Erigeron tenellus

Scientific classification
- Kingdom: Plantae
- Clade: Tracheophytes
- Clade: Angiosperms
- Clade: Eudicots
- Clade: Asterids
- Order: Asterales
- Family: Asteraceae
- Genus: Erigeron
- Species: E. tenellus
- Binomial name: Erigeron tenellus DC.
- Synonyms: Erigeron tenellum DC.;

= Erigeron tenellus =

- Genus: Erigeron
- Species: tenellus
- Authority: DC.
- Synonyms: Erigeron tenellum DC.

Species of flowering plant

Erigeron tenellus is a North American species of flowering plant in the family Asteraceae known by the common name Río Grande fleabane.
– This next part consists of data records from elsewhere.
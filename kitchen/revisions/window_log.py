"""Reading windows chosen by the engineer, kept in a log beside the data.

The tool proposes a falling-head reading window for every specimen (the longest ending at
the last reading that meets every criterion). Where the engineer judges otherwise — an
early transient the proposal kept, a disturbance late in the test — the window chosen is
a decision of the test's reduction, and is recorded as one: a row of the series' window
log, ``windows.csv`` in the series folder or ``<stem>.windows.csv`` beside an ``.xlsx``
workbook, with the specimen, the first and last reading of the window by their row
numbers in the readings file (the header is row 1, as in the loader's messages), who, when
and why. The last row of a specimen stands; a row with no readings hands the specimen back
to the proposal. Rows are only ever appended, so every choice and its reason stays on
record, and the memo pack lists the windows in force.

Row numbers, not positions, name the readings: they are what the engineer sees in the
file, and a revision of a reading's value never moves them.
"""

from __future__ import annotations

import csv
import hashlib
import io
import re
from dataclasses import dataclass
from datetime import datetime
from pathlib import Path

import numpy as np

from kitchen.io import Series, append_line, folder_lock

from .log import checked_when, free_text, when_text
from .recording import fresh_id

__all__ = [
    "WINDOW_LOG_COLUMNS",
    "WindowChoice",
    "WindowLogError",
    "windows_path",
    "read_window_choices",
    "window_log_sha256",
    "choose_window",
    "clear_window",
    "standing_choices",
    "chosen_windows",
]

WINDOW_LOG_COLUMNS = ("id", "when", "who", "specimen", "first_row", "last_row", "reason")
"""Columns of the window log, in order."""

_ID = re.compile(r"^[0-9a-f]{8}$")
_HEADER = (",".join(WINDOW_LOG_COLUMNS) + "\n").encode("utf-8")


class WindowLogError(ValueError):
    """A window that cannot be chosen, or a window log that cannot be read."""

    def __init__(self, problems: list[str] | str):
        self.problems = [problems] if isinstance(problems, str) else list(problems)
        if len(self.problems) == 1:
            super().__init__(self.problems[0])
        else:
            lines = [f"{len(self.problems)} problem(s) with the reading windows:"]
            super().__init__("\n".join(lines + [f"  - {p}" for p in self.problems]))


@dataclass(frozen=True)
class WindowChoice:
    """One row of the window log: a specimen's window chosen, or handed back to the tool."""

    id: str
    when: str
    who: str
    specimen: str
    first_row: int | None
    """Row number of the window's first reading in the readings file; None: proposed."""
    last_row: int | None
    """Row number of the window's last reading (included); None: proposed."""
    reason: str
    log_row: int | None = None
    """The row of the log this choice was read from (the header is row 1)."""

    @property
    def proposed(self) -> bool:
        """True when this row hands the specimen back to the tool's proposal."""
        return self.first_row is None

    def describe(self) -> str:
        """The choice in words."""
        if self.proposed:
            return f"{self.specimen}: window proposed by the tool"
        return f"{self.specimen}: readings at file rows {self.first_row} to {self.last_row}"


REASON_NEEDED = (
    "a chosen window needs a reason: say why not the tool's proposal (for example 'early "
    "readings before the specimen was saturated'); nothing was written"
)


def windows_path(series_path: str | Path) -> Path:
    """Where a series' window log lives: ``windows.csv`` in a series folder,
    ``<stem>.windows.csv`` beside an ``.xlsx`` workbook."""
    path = Path(series_path)
    if path.suffix.lower() == ".xlsx":
        return path.with_name(f"{path.stem}.windows.csv")
    return path / "windows.csv"


def _parse(data: bytes, label: str) -> tuple[WindowChoice, ...]:
    try:
        text = data.decode("utf-8-sig")
        records = list(csv.reader(io.StringIO(text, newline="")))
    except (UnicodeDecodeError, csv.Error) as error:
        raise WindowLogError(f"{label}: cannot be read as UTF-8 CSV ({error})") from None
    if not records or [c.strip() for c in records[0]] != list(WINDOW_LOG_COLUMNS):
        found = ", ".join(records[0]) if records else "nothing"
        raise WindowLogError(
            f"{label}, row 1: expected the columns {', '.join(WINDOW_LOG_COLUMNS)}; found {found}"
        )
    problems, choices, seen = [], [], {}
    for number, record in enumerate(records[1:], start=2):
        if not any(cell.strip() for cell in record):
            continue

        def problem(column: str, message: str, number=number) -> None:
            problems.append(f"{label}, row {number}, column '{column}': {message}")

        if len(record) != len(WINDOW_LOG_COLUMNS):
            problems.append(
                f"{label}, row {number}: expected {len(WINDOW_LOG_COLUMNS)} fields, found "
                f"{len(record)} (a write cut short, or an edit by hand?)"
            )
            continue
        row = dict(zip(WINDOW_LOG_COLUMNS, (c.strip() for c in record), strict=True))
        if not _ID.match(row["id"]):
            problem("id", f"expected 8 hexadecimal digits, found {row['id']!r}")
            continue
        if row["id"] in seen:
            problem("id", f"id {row['id']} is used twice (first at row {seen[row['id']]})")
            continue
        try:
            checked_when(row["when"])
        except ValueError as error:
            problem("when", str(error))
            continue
        if not row["specimen"]:
            problem("specimen", "empty; expected the specimen id")
            continue
        if not row["reason"]:
            problem("reason", "every choice of window needs a reason")
            continue
        given = [bool(row["first_row"]), bool(row["last_row"])]
        if given[0] != given[1]:
            missing = "last_row" if given[0] else "first_row"
            problem(missing, "empty; give both rows, or neither to hand back to the proposal")
            continue
        rows = [None, None]
        if all(given):
            texts = (row["first_row"], row["last_row"])
            good = [t.isdigit() and int(t) >= 2 for t in texts]
            if not all(good):
                bad = "first_row" if not good[0] else "last_row"
                problem(bad, f"expected a file row number (2 or more), found {row[bad]!r}")
                continue
            rows = [int(t) for t in texts]
            if rows[1] <= rows[0]:
                problem("last_row", f"row {rows[1]} is not after the first row {rows[0]}")
                continue
        seen[row["id"]] = number
        choices.append(
            WindowChoice(
                id=row["id"],
                when=row["when"],
                who=row["who"],
                specimen=row["specimen"],
                first_row=rows[0],
                last_row=rows[1],
                reason=row["reason"],
                log_row=number,
            )
        )
    if problems:
        raise WindowLogError(problems)
    return tuple(choices)


def read_window_choices(series_path: str | Path) -> tuple[WindowChoice, ...]:
    """Every row of a series' window log, in order (empty when there is none).

    Raises
    ------
    WindowLogError
        Naming the log's row and column of each row that cannot be read.
    """
    log = windows_path(series_path)
    try:
        data = log.read_bytes()
    except FileNotFoundError:
        return ()
    return _parse(data, log.name)


def window_log_sha256(series_path: str | Path) -> str | None:
    """SHA-256 of the window log as it is on disk; None when there is none."""
    try:
        return hashlib.sha256(windows_path(series_path).read_bytes()).hexdigest()
    except FileNotFoundError:
        return None


def standing_choices(choices) -> dict[str, WindowChoice]:
    """The choice in force for each specimen: its last row in the log."""
    standing: dict[str, WindowChoice] = {}
    for choice in choices:
        standing[choice.specimen] = choice
    return standing


def _positions(series: Series, choice: WindowChoice, label: str) -> tuple[int, int]:
    """The window of a choice as positions (start, stop) in the specimen's readings."""
    table = series.falling_head
    rows = table.loc[table["specimen"] == choice.specimen, "source_row"].to_numpy()
    where = f"{label}, row {choice.log_row}" if choice.log_row else label
    if rows.size == 0:
        raise WindowLogError(
            f"{where}: specimen {choice.specimen!r} has no falling-head readings in {series.name}"
        )
    found = []
    for column, number in (("first_row", choice.first_row), ("last_row", choice.last_row)):
        at = np.flatnonzero(rows == number)
        if at.size == 0:
            raise WindowLogError(
                f"{where}, column '{column}': specimen {choice.specimen} has no reading at "
                f"file row {number} (its readings: rows {rows.min()}-{rows.max()})"
            )
        found.append(int(at[0]))
    start, last = found
    if last - start < 1:
        raise WindowLogError(f"{where}: a window needs at least two readings")
    return start, last + 1


def chosen_windows(series: Series, choices=None) -> dict[str, tuple[int, int]]:
    """The windows in force, as :func:`kitchen.reduction.results.series_results` takes them.

    Parameters
    ----------
    series : Series
        The (effective) series the choices were made on; its ``source`` names the log.
    choices : sequence of WindowChoice, optional
        The log's rows; read from beside the series when not given.

    Returns
    -------
    dict of str to (int, int)
        ``{specimen: (start, stop)}``, positions in each specimen's falling-head readings
        (stop excluded); specimens handed back to the proposal are left out.

    Raises
    ------
    WindowLogError
        When a standing choice names a specimen or a row the readings do not hold.
    """
    if choices is None:
        choices = read_window_choices(series.source)
    label = windows_path(series.source).name
    problems, windows = [], {}
    for specimen, choice in standing_choices(choices).items():
        if choice.proposed:
            continue
        try:
            windows[specimen] = _positions(series, choice, label)
        except WindowLogError as error:
            problems.extend(error.problems)
    if problems:
        raise WindowLogError(problems)
    return windows


def _append(series_path, choice_of, series: Series | None) -> WindowChoice:
    log = windows_path(series_path)
    with folder_lock(log.parent):
        existing = read_window_choices(series_path)
        choice = choice_of(existing)
        if not choice.proposed:
            if series is None:
                raise ValueError(
                    "a chosen window is checked against the series' readings: pass the "
                    "series as opened (kitchen.workspace.Workspace(...).series)"
                )
            try:
                _positions(series, choice, log.name)
            except WindowLogError as error:
                *first, last = error.problems
                raise WindowLogError([*first, f"{last}; nothing was written"]) from None
        buffer = io.StringIO()
        values = [getattr(choice, name) for name in WINDOW_LOG_COLUMNS]
        csv.writer(buffer, lineterminator="\n").writerow(["" if v is None else v for v in values])
        append_line(log, buffer.getvalue().encode("utf-8"), header=_HEADER)
    return choice


def choose_window(
    series_path: str | Path,
    specimen: str,
    first_row: int,
    last_row: int,
    *,
    reason: str,
    who: str = "",
    when: str | datetime | None = None,
    series: Series,
) -> WindowChoice:
    """Record the reading window chosen for a specimen; the data files are not touched.

    Parameters
    ----------
    series_path : str or pathlib.Path
        Series folder or ``.xlsx`` workbook; the log is appended beside it.
    specimen : str
        Specimen id.
    first_row, last_row : int
        Row numbers, in the falling-head readings file, of the window's first and last
        reading (both included; the header is row 1).
    reason : str
        Why this window and not the tool's proposal. Required.
    who : str, optional
        Who chose it (free text).
    when : str or datetime, optional
        ISO 8601 with a time zone; default now, in the local time zone.
    series : Series
        The series as opened (``kitchen.workspace.Workspace(series_path).series``): the
        rows are checked against its readings before anything is written.

    Returns
    -------
    WindowChoice
        The row appended.

    Raises
    ------
    WindowLogError, ValueError
        A missing reason, rows not of the specimen's readings, fewer than two readings, or
        a log that cannot be read. Nothing is written.
    """
    reason = free_text(reason, "reason", REASON_NEEDED, WindowLogError)
    who = free_text(who, "who", None, WindowLogError)
    when = when_text(when)
    specimen = " ".join(str(specimen).split())
    first, last = int(first_row), int(last_row)
    if last <= first:
        raise WindowLogError(f"last row {last} is not after the first row {first}")
    return _append(
        series_path,
        lambda existing: WindowChoice(fresh_id(existing), when, who, specimen, first, last, reason),
        series,
    )


def clear_window(
    series_path: str | Path,
    specimen: str,
    *,
    reason: str,
    who: str = "",
    when: str | datetime | None = None,
) -> WindowChoice:
    """Hand a specimen back to the tool's proposed window, by a new row of the log."""
    reason = free_text(reason, "reason", REASON_NEEDED, WindowLogError)
    who = free_text(who, "who", None, WindowLogError)
    when = when_text(when)
    specimen = " ".join(str(specimen).split())
    return _append(
        series_path,
        lambda existing: WindowChoice(fresh_id(existing), when, who, specimen, None, None, reason),
        None,
    )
It is native to the valley of the Río Grande, on both sides of the international border. It is found in the US state of Texas as well as in Nuevo León and Tamaulipas in Mexico.
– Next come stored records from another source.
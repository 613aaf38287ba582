"""Lateral-torsional buckling resistance, EN 1993-1-1:2005 6.3.2.

- 6.3.2.2 (general case): Phi_LT = 0.5 [1 + alpha_LT (lambda_LT - 0.2) + lambda_LT^2],
  chi_LT = 1/(Phi_LT + sqrt(Phi_LT^2 - lambda_LT^2)) <= 1 (6.56); curves Table 6.4.
- 6.3.2.3 (rolled or equivalent welded sections): Phi_LT = 0.5 [1 + alpha_LT (lambda_LT - lambda_LT,0)
  + beta lambda_LT^2], chi_LT = 1/(Phi_LT + sqrt(Phi_LT^2 - beta lambda_LT^2)) <= 1 and <= 1/lambda_LT^2
  (6.57); curves Table 6.5; optional chi_LT,mod = chi_LT/f <= 1, <= 1/lambda_LT^2 with
  f = 1 - 0.5 (1 - k_c)[1 - 2 (lambda_LT - 0.8)^2] <= 1 (6.58), k_c from Table 6.6 (or 1/sqrt(C1) where the
  annex set says so).
- Imperfection factors Table 6.3: a 0.21, b 0.34, c 0.49, d 0.76.
- lambda_LT = sqrt(W_y f_y/M_cr), M_b,Rd = chi_LT W_y f_y/gamma_M1 (6.55); W_y per the class (6.3.2.2(1)).
- 6.3.2.2(4): for lambda_LT <= lambda_LT,0 (or M_Ed/M_cr <= lambda_LT,0^2) buckling effects may be
  ignored; calckit reports it and uses chi_LT from the curve (which is 1 on the plateau of 6.3.2.3 and
  slightly below 1 between 0.2 and 0.4 for the general case, conservative).
M_cr: :mod:`.mcr` (three-factor formula with C1, C2, C3 from the moment diagram) for segments between
lateral-torsional restraints, shown in three steps (:func:`mcr_three_factor`: N_cr,z = pi^2 E I_z/(k L)^2,
the root term R_LT, then M_cr = C1 N_cr,z [R_LT - (C2 z_g - C3 z_j)]); for a cantilever or an overhang (one free end) M_cr comes directly from the
energy solution of :mod:`.cantilever` (built-in root, or the overhang solved with the segment behind its
root support), shown as M_cr = gamma_cr sqrt(E I_z G I_t)/L with gamma_cr from that solution; C1 is not
used there, and f = 1 (Table 6.6 lists no cantilever case).

Table 6.6 k_c (EN 1993-1-1:2005, from memory): uniform 1.0; linear 1/(1.33 - 0.33 psi); simply supported
UDL 0.94; UDL with both ends fixed 0.90; UDL with one end fixed 0.91; central point load 0.86; with both
ends fixed 0.77; with one end fixed 0.82. A diagram that matches none of these within 3 % of its peak
gets f = 1 (no modification, conservative).
"""
from __future__ import annotations

import math

import numpy as np

from ...errors import InputError
from ._calc import Calc, condition, formula
from ._common import STANDARD, Material, demand, length, material, section_props, value
from ._result import ENResult, rated
from .bending import section_modulus
from .classify import classify_si
from .factors import AnnexSet, annex_set
from .cantilever import OverhangModel, gamma_cr, model as _cant_model
from .mcr import SN003_TABLE, shape, standard_diagram, z_j

__all__ = ["ltb", "ltb_si", "mcr_three_factor", "chi_lt", "imperfection", "kc_table66", "ALPHA_LT", "Diagram", "diagram",
           "cantilever_diagram", "overhang_model"]

_R = "EN 1993-1-1:2005"
ALPHA_LT = {"a0": 0.13, "a": 0.21, "b": 0.34, "c": 0.49, "d": 0.76}  #: Table 6.3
Erigeron tenellus grows in brushlands and in open woodlands dominated by palms. It is an annual herb up to 40 centimeters (16 inches) tall, producing a narrow taproot. The inflorescence is made up of 1-20 flower heads per stem, in a loose array. Each head contains 95–250 blue or white ray florets surrounding numerous yellow disc florets.